- Theatrical release poster
- Directed by: Neri Parenti
- Written by: Franco Castellano Giuseppe Moccia Neri Parenti
- Starring: Enrico Maria Salerno Paolo Villaggio Lino Banfi Massimo Boldi
- Cinematography: Sandro D'Eva
- Edited by: Sergio Montanari
- Music by: Bruno Zambrini
- Release date: 26 September 1986 (Italy);
- Running time: 96 min.
- Language: Italian

= Scuola di ladri =

Scuola di ladri is a 1986 Italian comedy film directed by Neri Parenti starring Enrico Maria Salerno.

== Plot summary ==
Rome, Italy mid-1980s.

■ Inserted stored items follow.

import { test } from 'vitest';
import { checkRule } from '../testing/check-rule';
import { neverEnds } from './never-ends';

const MACRO = { controller: { language: 'custom-macro' } };

test('finds loops in which nothing changes', () => {
  checkRule(
    neverEnds,
    MACRO,
    `
WHILE [1 EQ 1] DO1
^^^^^^^^^^^^^^^^^^ never-ends: Nothing in the loop of “WHILE [1 EQ 1] DO1” changes what could end it.
G0 X1
END1
M30
`,
  );
  checkRule(
    neverEnds,
    MACRO,
    `
N10 G0 X1
N20 GOTO 10
^^^^^^^^^^^ never-ends: Nothing in the loop of “N20 GOTO 10” changes what could end it.
M30
`,
  );
  checkRule(
    neverEnds,
    {},
    `
#1=0
o1 do
^^^^^ never-ends
G0 X#1
o1 while [#1 LT 5]
M2
`,
  );
});

test('finds a loop whose own counter stands still, whatever turns within it', () => {
  checkRule(
    neverEnds,
    {},
    `
#1=0
o1 while [#1 LT 3]
^^^^^^^^^^^^^^^^^^ never-ends
#2=0
o2 while [#2 LT 3]
#2=[#2+1]
o2 endwhile
o1 endwhile
M2
`,
  );
});

test('finds a return that leads back in front of its call', () => {
  checkRule(
    neverEnds,
    MACRO,
    `
N10 G0 X1
M98 P5
^^^^^^ never-ends
M30
O5
M99 P10
`,
  );
});

test('finds a loop that counts for ever', () => {
  checkRule(
    neverEnds,
    {},
    `
#1=1
o1 while [#1 GT 0]
^^^^^^^^^^^^^^^^^^ never-ends: The loop of “o1 while [#1 GT 0]” has not ended after 300,000 turns.
#1=[#1+1]
o1 endwhile
M2
`,
  );
});

test('finds more repeated blocks than any program has', () => {
  checkRule(
    neverEnds,
    {},
    `
o1 repeat [3000]
^^^^^^^^^^^^^^^^ never-ends: The program is still going on at “o1 repeat [3000]” after 2,000,000 repeated blocks.
o2 repeat [3000]
G4 P0
o2 endrepeat
o1 endrepeat
M2
`,
  );
});

test('stays silent where a loop ends, and at the M99 of a main program', () => {
  checkRule(neverEnds, {}, '#1=0\no1 while [#1 LT 5000]\n#1=[#1+1]\no1 endwhile\nM2\n');
  checkRule(neverEnds, {}, 'o1 repeat [5000]\nG91 G0 X0.001\no1 endrepeat\nM2\n');
  checkRule(neverEnds, {}, 'G0 X1\nM99\n');
  checkRule(neverEnds, MACRO, '#1=0\nN10 #1=#1+1\nIF [#1 LT 2000] GOTO 10\nM99 P10\n');
});

test('stays silent where an input ends the loop, whenever it comes', () => {
  const waits = {
    controller: {
      codes: [
        {
          code: 'M66',
          does: 'wait-input',
          input: 'holder-clamped',
          when: 1,
          into: '#5399',
          timeout: -1,
        },
      ],
    },
  };
  checkRule(neverEnds, waits, 'M66\no1 while [#5399 NE 1]\nG4 P1\nM66\no1 endwhile\nM2\n');
  checkRule(
    neverEnds,
    waits,
    'o1 while [1]\nM66\no2 if [#5399 EQ 1]\no1 break\no2 endif\nG4 P1\no1 endwhile\nM2\n',
  );
});

test('finds a loop whose unknown value ends nothing', () => {
  checkRule(
    neverEnds,
    MACRO,
    `
WHILE [1 EQ 1] DO1
^^^^^^^^^^^^^^^^^^ never-ends
IF [#500 EQ 1] THEN #101=5
G4 P1
END1
M30
`,
  );
});
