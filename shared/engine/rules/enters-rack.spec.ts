import { describe, expect, test } from 'vitest';
import { checkRule } from '../testing/check-rule';
import { entersRack } from './enters-rack';

// The plain rack: pockets at X 100, 250, 400 …, grip Y 2560 Z -125, mouths towards the operator.
// A parked holder of 72 above its gauge line reaches up to Z -53; the rail's top is Z -160.
const START = 'G21 G90 G17 G54\nT1 M6';

test('flags the holder driven into a parked holder, by the least height that clears it', () => {
  const [finding] = checkRule(
    entersRack,
    {},
    `
${START}
G53 G0 Z0
G53 G0 X400 Y2400
G53 G0 Y2560
       ^^^^^ enters-rack: The cutter of T1 runs into T3 in pocket 3.
M30
`,
  );
  // Tip of T1 at Z -95, top of the parked holder at Z -53: 42 mm too low; there is no travel above.
  expect(finding?.data).toMatchObject({ raise: 42, canRaise: false, pocket: 3, parkedTool: 3 });
});

test('allows what the retract clears', () => {
  checkRule(
    entersRack,
    { rack: { pockets: PARKED_LOW } },
    `
${START}
G53 G0 Z0
G53 G0 X400 Y2560
M30
`,
  );
});

test('takes the pocket of the held tool for empty, and those beside it for full', () => {
  checkRule(entersRack, {}, `\n${START}\nG53 G0 Z0\nG53 G0 X100 Y2400\nG53 G0 Y2560\nM30\n`);
  checkRule(
    entersRack,
    {},
    `
${START}
G53 G0 Z0
G53 G0 X100 Y2400
G53 G0 Y2560
G53 G0 X250
       ^^^^ enters-rack: The cutter of T1 runs into T2 in pocket 2.
M30
`,
  );
});

test('flags a plunge onto the rail and a fork', () => {
  checkRule(
    entersRack,
    { loading: { pockets: [] } },
    `
G21 G90
G53 G0 X175 Y2650 Z0
G53 G0 Z-170
       ^^^^^ enters-rack: The spindle runs into the rail.
G53 G0 Z0
G53 G0 X400 Y2480
G53 G0 Z-138
G53 G0 Y2485
       ^^^^^ enters-rack: The spindle runs into the fork of pocket 3.
M30
`,
  );
});

test('flags a boot that is down and allows one that is lifted', () => {
  const bodies = [
    {
      name: 'boot',
      rides: 'head',
      boot: 'lifts',
      box: { min: { x: -70, y: -110, z: -60 }, max: { x: 70, y: 45, z: -20 } },
    },
  ];
  const change = {
    machine: { bodies },
    controller: {
      codes: [
        { code: 'M21', does: 'boot-up' },
        { code: 'M22', does: 'boot-down' },
      ],
    },
  };
  checkRule(
    entersRack,
    change,
    `
G21 G90
G53 G0 Z0 X400
G53 G0 Y2500
       ^^^^^ enters-rack: The boot runs into T3 in pocket 3.
M30
`,
  );
  checkRule(entersRack, change, '\nG21 G90\nM21\nG53 G0 Z0 X400\nG53 G0 Y2500\nM30\n');
});

describe('while the spindle’s tool is not known', () => {
  test('holds for what only the longest listed tool would touch', () => {
    checkRule(
      entersRack,
      { loading: { inSpindle: 'unknown' } },
      `
G21 G90
G53 G0 Z0 X400
G53 G0 Y2560
       ^^^^^ enters-rack (hold): It is not known what the spindle holds; if it is T6, it runs into T3 in pocket 3.
M30
`,
    );
  });
});

test('takes a rapid for its whole box where the controller does not promise a straight one', () => {
  const program = `
${START}
G53 G0 Z-60
G53 G0 X20 Y2400
G53 G0 X1250 Y2630
M30
`;
  const straightBeside = {
    rack: { bodies: [], pockets: [{ ...POCKET, number: 1, grip: { x: 1200, y: 2450, z: -125 } }] },
    loading: { pockets: [{ pocket: 1, tool: 2 }] },
  };
  checkRule(entersRack, straightBeside, program);
  checkRule(
    entersRack,
    { ...straightBeside, controller: { rapids: 'independent' } },
    program.replace('M30', '       ^^^^^^^^^^^ enters-rack\nM30'),
  );
});

test('allows the motions of an ordinary program over the whole table', () => {
  checkRule(
    entersRack,
    {},
    `
G21 G90 G17 G40 G49 G80 G54
G53 G0 Z0
T1 M6
S18000 M3
G43 H1
G0 X0 Y0 Z20
G1 Z-18.2 F2000
G1 X1200
G1 Y600
G3 X1190 Y610 I-10 J0
G0 Z20
G0 Y2300
M5
G53 G0 Z0
G53 G0 X0 Y2300
M30
`,
  );
});

test('leaves the way straight up out of a meeting in peace', () => {
  const [finding] = checkRule(
    entersRack,
    {},
    `
${START}
G53 G0 X400 Y2400
G53 G0 Z-100
G53 G0 Y2560
       ^^^^^ enters-rack
G53 G0 Z0
M30
`,
  );
  expect(finding?.count).toBe(1);
});

const POCKET = { opens: '-y', largestDiameter: 50, longest: 190, taper: 'ISO30' };
const PARKED_LOW = [1, 2, 3, 4, 5, 6, 7, 8].map((number) => ({
  ...POCKET,
  number,
  grip: { x: 100 + (number - 1) * 150, y: 2560, z: -170 },
}));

Three cousins, who do not know each other and who live poor, are gathered from paralytic uncle Aliprando who leads them to a "big job". After they have completed the mission, he robs them.

== Cast ==
- Enrico Maria Salerno as Aliprando Siraghi
- Paolo Villaggio as Dalmazio Siraghi
- Lino Banfi as Amalio Siraghi
- Massimo Boldi as Egisto Siraghi
- Barbara Scoppa as Marisa Padovan
- Ennio Antonelli as Fake priest
- Antonio Barrios as Franco Nero
- Claudio Boldi as The guard
- Corrado Monteforte as Minotti
- Antonio Allocca as Wealthy farmer of Caserta
- Willy Moser as Embassy Luxembourg usher

==Release==
The film was released in Italy on September 26, 1986 in Padua, Turin, and Genoa. It was one of the most popular Italian films of the year with over 2 million admissions.